Hi friends! While I know you are typically used to me sharing recipes, motherhood tips or fashion, today I am going to switch things up. I’m going to get very real with you. My hope is that I can shed light on what many of us throughout the world are experiencing since COVID. If you find yourself rebuilding your career, know you are not alone. My intent is not to gain pity, but to let you in on the current changes in my career and how I’m navigating.
For those of you who don’t know, Brian and I moved to Tennessee 3 years ago. I had two goals in mind. First to expand our family business, Driven Fence, into a new state and second to build my hobby business, Epic Rain Boutique. From the moment we landed in Tennessee I hit the ground running. Marketing, networking and building both brands. Today Epic Rain Boutique is a well known Nashville brand worn by the women of music. Driven Fence was slowly making its mark. Driven did big local events like the Pilgrimage Festival and Music City’s “Let Freedom Sing” July 4th event. Also, for the first time ever we had our name in the hat for Bonnaroo 2020, which would have been my biggest win for Driven to date. I took great pride in everything I accomplished and the momentum we were building.

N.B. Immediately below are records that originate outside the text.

import type { Metadata } from 'next';
import { STATUS_LABEL } from '@/components/desk/labels';
import { RefundButton } from '@/components/desk-admin/refund-button';
import { Badge, type Tone } from '@/components/ui/badge';
import { EmptyRow, Table, TBody, TD, TH, THead, TR } from '@/components/ui/table';
import { requirePageRole } from '@/lib/auth/guard';
import { formatMoney, formatWorkshopDate } from '@/lib/enrollment/format';
import { fetchPaymentsForDesk } from '@/lib/enrollment/queries';

export const metadata: Metadata = { title: 'Payments and refunds' };
export const dynamic = 'force-dynamic';

const TONE: Record<string, Tone> = { paid: 'brine', pending: 'honey', expired: 'neutral', refunded: 'copper' };
// In the words a coordinator uses: whether the fee came in, and what happened to the seat.
const LABEL: Record<string, string> = {
  paid: 'Paid',
  pending: 'Not paid yet, seat held',
  expired: 'Never paid, seat let go',
  refunded: 'Paid, then refunded',
};

export default async function DeskPaymentsPage() {
  await requirePageRole('/desk/payments', 'coordinator');
  const payments = await fetchPaymentsForDesk();
  return (
    <div className="space-y-6">
      <h1 className="text-3xl font-bold">Payments and refunds</h1>
      <p className="max-w-prose text-ink-soft">
        Card payments of course fees, newest first. A refund returns the fee through the payment service, withdraws the enrollment and frees the workshop seat.
      </p>
      <Table caption={`${payments.length} payment${payments.length === 1 ? '' : 's'}`}>
        <THead>
          <TR>
            <TH>Learner</TH>
            <TH>Course and workshop</TH>
            <TH>Amount</TH>
            <TH>Payment</TH>
            <TH>Enrollment</TH>
            <TH>
              <span className="sr-only">Actions</span>
            </TH>
          </TR>
        </THead>
        <TBody>
          {payments.length === 0 ? <EmptyRow colSpan={6}>No card payments yet.</EmptyRow> : null}
          {payments.map((p) => (
            <TR key={p.paymentId}>
              <TD>
                <div className="font-semibold">{p.learnerName}</div>
                <div className="text-ink-soft">{p.learnerEmail}</div>
              </TD>
              <TD>
                <div>{p.courseTitle}</div>
                {p.workshopStartsAt && p.workshopTimeZone ? (
                  <div className="text-ink-soft">{formatWorkshopDate(p.workshopStartsAt, p.workshopTimeZone)}</div>
                ) : null}
              </TD>
              <TD>
                {formatMoney(p.amountCents, p.currency)}
                {p.refundedCents ? <div className="text-ink-soft">refunded {formatMoney(p.refundedCents, p.currency)}</div> : null}
              </TD>
              <TD>
                <Badge tone={TONE[p.status] ?? 'neutral'}>{LABEL[p.status] ?? p.status}</Badge>
              </TD>
              <TD>{STATUS_LABEL[p.enrollmentStatus as keyof typeof STATUS_LABEL] ?? p.enrollmentStatus}</TD>
              <TD>
                {p.status === 'paid' && p.enrollmentStatus !== 'completed' ? (
                  <RefundButton enrollmentId={p.enrollmentId} learnerName={p.learnerName} amount={formatMoney(p.amountCents, p.currency)} />
                ) : null}
              </TD>
            </TR>
          ))}
        </TBody>
      </Table>
    </div>
  );
}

Unfortunately, the world wide pandemic completely crushed everything I spent the last few years building. We did construction and permanent fencing, but special events really lead the business in Tennessee. With all special events canceled, our Tennessee location couldn’t sustain itself. After a few months of seeing the writing on the wall, we made the decision to close. I am happy to share, however, Driven Chicago and Driven Demolition have survived. Once we closed Tennessee I decided it was best to resign from my position as VP. I didn’t feel it was right to have my parents pay me a salary when I couldn’t do much for the company from another state. This was hard as I always expected Driven to be my lifelong career. Processing the change was not easy for me. To me, Driven wasn’t just a job, it’s our family legacy. The feeling of failure was overwhelming. This sudden change in my career caused a lot of anxiety and sleepless nights. I had to accept that sometimes, failure is out of your control and everything happens for a reason. As the old saying goes, one door closes for another one to open. I truly feel this was God’s way of pushing me towards accomplishing my other passions. I made the decision to fully embrace the change and immediately started building the foundation to my next journey.

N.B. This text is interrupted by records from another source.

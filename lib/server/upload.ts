import { AppError } from '@/lib/errors';
import { readBodyBytes } from '@/lib/server/body';

// Room for the multipart boundaries and the other small fields around the file.
const MULTIPART_OVERHEAD = 64 * 1024;

export type FileFormOptions = {
  /** The form field that carries the file. */
  field: string;
  maxBytes: number;
  /** The sentence for a file (or body) over the limit (413). */
  tooLarge: string;
  /** The sentence when the field holds no file (400, on the field). */
  missing: string;
};

/**
 * Reads a multipart upload with at most one file without ever holding more than the limit in
 * memory: a declared or actual body beyond the limit (plus the form's overhead) is a 413 at once.
 */
export async function readFileForm(
  request: Request,
  { field, maxBytes, tooLarge, missing }: FileFormOptions,
): Promise<{ file: Buffer; fields: Record<string, string> }> {
  const type = request.headers.get('content-type') ?? '';
  if (!type.toLowerCase().startsWith('multipart/form-data')) throw new AppError('bad_request', `Send the file as multipart/form-data with a "${field}" field.`);
  const body = await readBodyBytes(request, maxBytes + MULTIPART_OVERHEAD, tooLarge);
  if (!body) throw new AppError('bad_request', 'The upload is empty.');
  let form: FormData;
  try {
    form = await new Response(body as BodyInit, { headers: { 'content-type': type } }).formData();
  } catch {
    throw new AppError('bad_request', 'The upload could not be read as a form.');
  }
  const file = form.get(field);
  if (!file || typeof file === 'string') throw new AppError('bad_request', missing, { fields: { [field]: [missing] } });
  if (file.size > maxBytes) throw new AppError('too_large', tooLarge);
  const fields: Record<string, string> = {};
  for (const [key, value] of form.entries()) if (typeof value === 'string') fields[key] = value;
  return { file: Buffer.from(await file.arrayBuffer()), fields };
}
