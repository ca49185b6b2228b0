import { AppError } from '@/lib/errors';

// The most a route reads of a request body; a larger one is refused with 413 before it is read whole.
export const JSON_BODY_LIMIT = 64 * 1024;
export const WEBHOOK_BODY_LIMIT = 1024 * 1024;
// A holder file of at most 2 MB of text, with room for its JSON escapes.
export const IMPORT_BODY_LIMIT = 3 * 1024 * 1024;

const kb = (bytes: number) => `${Math.round(bytes / 1024).toLocaleString('en-US')} KB`;

/**
 * At most `limit` bytes of the body: a declared Content-Length above it is refused at once, and a
 * body that turns out longer is refused as soon as the count passes the limit (the rest is never
 * buffered). Null when there is no body.
 */
export async function readBodyBytes(request: Request, limit: number, message = `The request body is larger than ${kb(limit)}.`): Promise<Uint8Array | null> {
  const declared = Number(request.headers.get('content-length') ?? '');
  if (Number.isFinite(declared) && declared > limit) throw new AppError('too_large', message);
  if (!request.body) return null;
  const chunks: Uint8Array[] = [];
  let size = 0;
  const reader = request.body.getReader();
  for (;;) {
    const { done, value } = await reader.read();
    if (done) break;
    size += value.byteLength;
    if (size > limit) {
      await reader.cancel().catch(() => undefined);
      throw new AppError('too_large', message);
    }
    chunks.push(value);
  }
  const bytes = new Uint8Array(size);
  let offset = 0;
  for (const chunk of chunks) {
    bytes.set(chunk, offset);
    offset += chunk.byteLength;
  }
  return bytes;
}

/** The body as UTF-8 text, at most `limit` bytes ('' when there is none). */
export async function readBodyText(request: Request, limit: number, message?: string): Promise<string> {
  const bytes = await readBodyBytes(request, limit, message);
  return bytes ? new TextDecoder().decode(bytes) : '';
}

/** True when the Content-Type's media type is exactly application/json (parameters such as charset allowed). */
export function isJsonMediaType(contentType: string | null): boolean {
  return (contentType ?? '').split(';')[0].trim().toLowerCase() === 'application/json';
}

/**
 * A JSON body of at most `limit` bytes. Read only with the media type application/json (a form or
 * text/plain, which a page of another site can send without asking first, is refused with 415);
 * malformed JSON is a 400, not a 500.
 */
export async function readJson(request: Request, limit = JSON_BODY_LIMIT): Promise<unknown> {
  if (!isJsonMediaType(request.headers.get('content-type'))) {
    throw new AppError('unsupported_media', 'Send the request body as JSON (Content-Type: application/json).');
  }
  const text = await readBodyText(request, limit);
  try {
    return JSON.parse(text);
  } catch {
    throw new AppError('bad_request', 'The request body is not valid JSON.', { fields: { body: ['not valid JSON'] } });
  }
}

First and foremost, my number one job is being a mom to Meadow. I knew whatever I was going to do next had to give me the flexibility to have her by my side. I am very blessed. My husband Brian is a wonderful provider, super supportive and my biggest cheerleader. For that , I am beyond thankful. If I wanted, I technically could only be a stay at home mom, but I know within my soul I wouldn’t feel fulfilled. I feel it’s extremely important that I have my own career outside of motherhood. This allows me to have an outlet and most importantly I want Meadow to grow up watching me accomplish goals. I want her to see good work ethic and be the role model she deserves. My hope is that she grows up and is empowered to take on whatever she sets her mind to. I have a fire for wanting to be successful and it’s always burning. I don’t think I have ever been more determined than I am today. I refuse to let this one failure define me.

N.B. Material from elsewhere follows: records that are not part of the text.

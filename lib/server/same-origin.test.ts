import { describe, expect, it } from 'vitest';
import { isCrossSite } from './same-origin';

const APP = () => ['https://preserve.example.org'];
const req = (method: string, headers: Record<string, string>, url = 'http://127.0.0.1:3000/api/enrollments') => new Request(url, { method, headers });

describe('isCrossSite', () => {
  it('lets through reads, and writes with neither header (scripts, tests, the payment service)', () => {
    expect(isCrossSite(req('GET', { origin: 'https://evil.example', 'sec-fetch-site': 'cross-site' }), APP)).toBe(false);
    expect(isCrossSite(req('POST', {}), APP)).toBe(false);
  });

  it('trusts Sec-Fetch-Site when the browser sends it: only same-origin (or none) may write', () => {
    expect(isCrossSite(req('POST', { 'sec-fetch-site': 'same-origin' }), APP)).toBe(false);
    expect(isCrossSite(req('POST', { 'sec-fetch-site': 'none' }), APP)).toBe(false);
    expect(isCrossSite(req('POST', { 'sec-fetch-site': 'cross-site' }), APP)).toBe(true);
    // A sibling subdomain is another origin: it does not write either.
    expect(isCrossSite(req('DELETE', { 'sec-fetch-site': 'same-site' }), APP)).toBe(true);
    expect(isCrossSite(req('PATCH', { 'sec-fetch-site': 'cross-site', origin: 'http://127.0.0.1:3000' }), APP)).toBe(true);
  });

  it('else compares Origin with the request’s own origin and the app’s configured origins', () => {
    expect(isCrossSite(req('POST', { origin: 'http://127.0.0.1:3000' }), APP)).toBe(false);
    expect(isCrossSite(req('POST', { origin: 'https://preserve.example.org' }), APP)).toBe(false);
    expect(isCrossSite(req('POST', { origin: 'https://evil.example' }), APP)).toBe(true);
    expect(isCrossSite(req('PUT', { origin: 'http://127.0.0.1:3001' }), APP)).toBe(true);
    expect(isCrossSite(req('POST', { origin: 'null' }), APP)).toBe(true);
  });
});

For the last few years I put a focus on building my Epically Stylish blog. Creating content and sharing my lifestyle brings me great joy. Now with the extra time on my hands, it’s become very clear to me that I want to give building my brand and influencing everything I’ve got by going full time with it. I also recently got my Tennessee real estate license and I am excited to help others find the home of their dreams. Between the two I believe I can contribute to our family and truly feel fulfilled. I promised myself as I go down this new path I would do it the right way. I will always share the good and the bad. I will grow organically. I will always be authentic and true to who I am. Starting over is never easy. It takes a lot of courage and self reflection. If you find yourself in a similar situation I hope you know you are not alone. Soul search and jump into doing whatever makes you happy. I recently read this quote and it struck a cord with me, “It is only after we lose everything that we are free to do anything. Redesign, Rebuild, Reclaim.” Anything is possible when you put your mind to it. Thank you for taking the time to read. Thank you for following. Thank you for supporting.